As he harangues, lest we forget, the head of UNICEF just declared of the harrowing conditions in Gaza, “Nearly all of the some 600,000 children now crammed into Rafah are either injured, sick, malnourished, traumatized, or living with disabilities.” A UNICEF spokesperson began an op-ed with, “The war against Gaza’s children is forcing many to close their eyes. Nine-year-old Mohamed’s eyes were forced shut, first by the bandages that covered a gaping hole in the back of his head, and second by the coma caused by the blast that hit his family home. He is nine. Sorry, he was nine. Mohamed is now dead.” In central and northern Gaza, surviving Palestinians seeking to return to their homes have found “only ruins, and the smell of death…The streets have turned to sand….It is not fit for life.” And still they are terrorized: Rights groups say the IDF is luring returnees into the open with recordings of cries and screams to be shot at by snipers or drones. At Nuseirat refugee camp, a 35-year-old “son of this city” found only “mountains of rubble.” Yet Gaza, he insists, has risen before: “I will wait for the water lines to be extended in the area, and I will put up a tent and sleep in it with my children.” Says another former resident, “We will teach our children in tents, under the sun, and anywhere else.”

“What does the liberation of Palestine mean?” asks philosopher Judith Butler, when “the grief over Jewish lives lost is very often humanized and memorialized in ways that Palestinian deaths are not.” Simply, she offers “a vision of cohabitation,” that Palestinians and Jews and other inhabitants of that land find a way to live together. Either next to each other or with one another, under conditions of radical equality,” where occupation is dismantled. As a Jew, she also dismantles the myth that Jews, having suffered genocide, cannot be enacting genocide: “There is nothing that keeps a people who have suffered massively in life from afflicting massive suffering on others…There is nothing in the history of the world that precludes that.” Dr. Ghassan Abu-Sittah, newly installed as Glasgow University Rector, has seen and lived that reality. Except for himself, all his forefathers were born in Palestine, a land given away by Arthur Balfour, a former Glasgow rector who in his 46-word declaration announcing British support for Palestine noted, “A survey of the world (shows) a vast number of savage communities.” After a lifetime as a war surgeon, said Abu-Sittah, students at the school once headed by Winnie Mandela reached out to him, and “one of Balfour’s savages” was elected.

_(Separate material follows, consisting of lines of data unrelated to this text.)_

#[test]
fn scree_marks_bars_kept_components_and_evidence() {
    let mut v = view(30, 10);
    let p = plan(PlotKind::Scree, 0, 0);
    let svg = plots::render(&p, &v);
    let doc = parse(&svg);
    assert_eq!(marks(&doc, "bars"), 3, "one bar per computed component");
    assert_eq!(with_class(&doc, "kept").len(), 2, "kept bars");
    assert_eq!(marks(&doc, "cumulative"), 3);
    assert_eq!(marks(&doc, "broken-stick"), 3);
    assert!(with_class(&doc, "parallel").is_empty());
    assert!(with_class(&doc, "press").is_empty());
    assert!(with_class(&doc, "kaiser").is_empty());
    assert!(with_class(&doc, "variance-target").is_empty());
    assert_eq!(with_class(&doc, "kept-rule").len(), 1);
    assert!(all_texts(&doc).iter().any(|t| t == "k = 2 kept"));
    assert!(all_texts(&doc).iter().any(|t| t == "cumulative share (%)"));
    // The cumulative share ends at 80 % of the total (4 of 5): its last marker
    // sits at 80 on the share axis, which runs 0–105 over the plotting area.
    // The cumulative share ends at 80 % (4 of 5): its last marker sits at 80 on
    // the share axis, which runs from 0 to 105 over the plotting area (whose
    // top and bottom the kept rule spans).
    let rule = with_class(&doc, "kept-rule")[0]
        .children()
        .find(|n| n.tag_name().name() == "line")
        .unwrap();
    let num = |n: &roxmltree::Node, a: &str| n.attribute(a).unwrap().parse::<f64>().unwrap();
    let (top, bottom) = (num(&rule, "y1"), num(&rule, "y2"));
    let last = with_class(&doc, "cumulative")[0]
        .descendants()
        .rfind(|n| n.tag_name().name() == "circle")
        .unwrap();
    let expected = bottom - 80.0 / 105.0 * (bottom - top);
    assert!((num(&last, "cy") - expected).abs() < 0.6, "{expected}");
    // The first bar reaches eigenvalue 2 from the axis at the bottom.
    let bar = with_class(&doc, "bar")[0];
    assert!((num(&bar, "y") + num(&bar, "height") - bottom).abs() < 0.6);

    // Parallel analysis, PRESS and Kaiser's rule when they are the evidence.
    v.rule = "kaiser".into();
    v.evidence.parallel_thresholds = Some(vec![1.4, 1.1, 0.9]);
    v.evidence.press = Some(vec![10.0, 6.0, 4.5, 4.4]);
    let doc_svg = plots::render(&p, &v);
    let doc = parse(&doc_svg);
    assert_eq!(marks(&doc, "parallel"), 3);
    assert_eq!(marks(&doc, "press"), 4, "PRESS for k = 0..3");
    assert_eq!(with_class(&doc, "press-choice").len(), 1);
    assert_eq!(with_class(&doc, "kaiser").len(), 1);
    let caption = plots::caption(&p, &v);
    assert!(caption.contains("parallel-analysis"));
    assert!(caption.contains("PRESS"));
    assert!(caption.contains("Kaiser"));

    v.rule = "variance".into();
    v.evidence.variance_target = Some(0.7);
    let doc_svg = plots::render(&p, &v);
    let doc = parse(&doc_svg);
    assert_eq!(with_class(&doc, "variance-target").len(), 1);
    assert!(with_class(&doc, "kaiser").is_empty());
    assert!(all_texts(&doc).iter().any(|t| t == "target 70.0 %"));
}

#[test]
fn scores_show_every_row_with_groups_labels_and_ellipse() {
    let v = view(60, 10);
    let mut p = plan(PlotKind::Scores, 1, 2);
    p.color = Some("site".into());
    p.ellipse = Some(0.95);
    let svg = plots::render(&p, &v);
    let doc = parse(&svg);
    assert_eq!(marks(&doc, "points"), 60);
    let flagged = flags(&v).iter().filter(|&&f| f).count();
    assert_eq!(flagged, 6);
    assert_eq!(with_class(&doc, "flagged").len(), flagged);
    let labels = texts(&doc, "labels");
    assert_eq!(labels.len(), flagged);
    for (_, label, _) in rows_of(&v).iter().filter(|r| r.2) {
        assert!(labels.contains(label));
    }
    // Axis titles with the shares: 2/5 and 1.25/5.
    assert_eq!(v.axis_title(0), "PC1 (40.0 %)");
    let all = all_texts(&doc);
    assert!(all.contains(&v.axis_title(0)), "{all:?}");
    assert!(all.contains(&v.axis_title(1)));
    // Legend: groups sorted by name, each with its count.
    let legend = texts(&doc, "legend");
    let groups: Vec<&String> = legend.iter().filter(|t| t.contains('(')).collect();
    assert_eq!(groups[0].split(' ').next(), Some("east"));
    assert_eq!(groups[1].split(' ').next(), Some("north"));
    assert_eq!(groups[2].split(' ').next(), Some("south"));
    assert_eq!(groups[3].split(' ').next(), Some("west"));
    // Okabe & Ito colours in order.
    let fills: Vec<&str> = with_class(&doc, "group")
        .iter()
        .map(|g| g.attribute("fill").unwrap())
        .collect();
    for f in &fills {
        assert!(["#E69F00", "#56B4E9", "#009E73", "#F0E442"].contains(f));
    }
    // The ellipse: L from the Phase I limit for 2 components.
    let l = sextant::stats::limits::t2_limit_phase1(60, 2, 0.95).unwrap();
    let e = with_class(&doc, "ellipse");
    assert_eq!(e.len(), 1);
    let rx: f64 = e[0].attribute("rx").unwrap().parse().unwrap();
    let ry: f64 = e[0].attribute("ry").unwrap().parse().unwrap();
    // Equal scaling: the pixel radii keep the ratio √(L·2) : √(L·1.25).
    let expected = (2.0f64 / 1.25).sqrt();
    assert!((rx / ry - expected).abs() < 0.01, "{rx} {ry}");
    let caption = plots::caption(&p, &v);
    assert!(caption.contains("Hotelling T²"));
    assert!(
        caption.contains(&format!("{l:.3}")),
        "caption should state L = {l}: {caption}"
    );

    // labels = "all" and "none".
    p.labels = PointLabels::All;
    let doc_svg = plots::render(&p, &v);
    let labelled = texts(&parse(&doc_svg), "labels").len();
    assert!(
        labelled <= MAX_LABELS && labelled > MAX_LABELS / 2,
        "{labelled}"
    );
    assert!(plots::caption(&p, &v).contains("40 more are not"));
    p.max_labels = 60;
    let doc_svg = plots::render(&p, &v);
    let labelled = texts(&parse(&doc_svg), "labels").len();
    let caption = plots::caption(&p, &v);
    let left_out = caption
        .split("would overlap another: ")
        .nth(1)
        .map_or(0, |r| r.split(". ").next().unwrap().split(", ").count());
    assert_eq!(labelled + left_out, 60, "{caption}");
    p.labels = PointLabels::None;
    let doc_svg = plots::render(&p, &v);
    assert!(with_class(&parse(&doc_svg), "labels").is_empty());
}

#[test]
fn scores_use_equal_scaling() {
    let v = view(50, 10);
    let p = plan(PlotKind::Scores, 1, 2);
    let svg = plots::render(&p, &v);
    let doc = parse(&svg);
    // Two points: pixel distances along x and y per score unit agree.
    let pts: Vec<(f64, f64)> = with_class(&doc, "points")[0]
        .descendants()
        .filter(|n| n.tag_name().name() == "circle")
        .map(|n| {
            (
                n.attribute("cx").unwrap().parse().unwrap(),
                n.attribute("cy").unwrap().parse().unwrap(),
            )
        })
        .collect();
    // Without a colour all rows are grey circles drawn in row order.
    assert_eq!(pts.len(), 50);
    let rows = rows_of(&v);
    let unflagged: Vec<usize> = (0..50).filter(|&i| !rows[i].2).collect();
    let (i, j) = (unflagged[0], unflagged[1]);
    let (a, b) = (pts[0], pts[1]);
    let sx = (a.0 - b.0) / (rows[i].0[0] - rows[j].0[0]);
    let sy = -(a.1 - b.1) / (rows[i].0[1] - rows[j].0[1]);
    assert!(
        (sx - sy).abs() / sx < 0.02,
        "x {sx} px/unit, y {sy} px/unit"
    );
    let neutral = with_class(&doc, "group")[0].attribute("fill").unwrap();
    assert_eq!(neutral, "#8C8C8C");
}

#[test]
fn legend_does_not_depend_on_row_order() {
    let v = view(40, 10);
    let mut r = rows(40, 10);
    r.reverse();
    let reversed = with_rows(v.clone(), &r);
    let mut p = plan(PlotKind::Scores, 1, 2);
    p.color = Some("site".into());
    let a = plots::render(&p, &v);
    let b = plots::render(&p, &reversed);
    assert_eq!(texts(&parse(&a), "legend"), texts(&parse(&b), "legend"));
}

#[test]
fn many_groups_cycle_colours_and_shapes() {
    let mut r = rows(120, 1000);
    r.sites = (0..120).map(|i| format!("g{}", i % 12)).collect();
    let v = with_rows(view(120, 1000), &r);
    let mut p = plan(PlotKind::Scores, 1, 2);
    p.color = Some("site".into());
    let svg = plots::render(&p, &v);
    let doc = parse(&svg);
    // Row 3 is flagged: its group gets a second run on top, so take the
    // first run of each group.
    let mut groups = with_class(&doc, "group");
    groups.dedup_by(|b, a| a.attribute("data-group") == b.attribute("data-group"));
    let mut seen = std::collections::BTreeSet::new();
    groups.retain(|g| seen.insert(g.attribute("data-group").unwrap().to_string()));
    assert_eq!(groups.len(), 12);
    // Natural order: g0, g1, …, g9, g10, g11.
    assert_eq!(groups[2].attribute("data-group"), Some("g2"));
    assert_eq!(groups[10].attribute("data-group"), Some("g10"));
    // Group 8 repeats group 0's colour with another shape.
    assert_eq!(groups[8].attribute("fill"), groups[0].attribute("fill"));
    let first_tag = |g: &roxmltree::Node| {
        g.children()
            .find(|n| n.is_element())
            .unwrap()
            .tag_name()
            .name()
            .to_string()
    };
    assert_eq!(first_tag(&groups[0]), "circle");
    assert_ne!(first_tag(&groups[8]), "circle");
}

“Students understood what we have to lose when we allow our politics to become inhuman,” said Abu-Sittah of what he views as a vote of solidarity with too-long-ignored Palestinian suffering. Citing “the ravening beast” that is “the genocidal erasure of a people,” he argued Gaza is the “axis of genocide” by western powers: “The quadcopters and drones fitted with sniper guns – used so efficiently (one) night at Al-Ahli hospital we received over 30 wounded civilians shot outside our hospital – today in Gaza will be used tomorrow in Mumbai, Nairobi and Sao Paulo.” For those who have “seen, smelt, and heard what the weapons of war do to a child’s body,” have “amputated the unsalvageable limbs of wounded children,” have witnessed the “othering” by which many would be horrified by “the barbarity” of Israel killing 14,000 puppies or kittens, but not children – for all those, somehow, he urged hope. “When powerlessness is at its most acute, the determination to think like a human being, creatively, courageously, complicatedly matters the most,” he said. “It is your world to fight for. It is your tomorrow to make.” Dedicating his address to dead family and colleagues, “but mostly to our land,” he ended with the words of Bobby Sands: “Our revenge will be the laughter of our children.”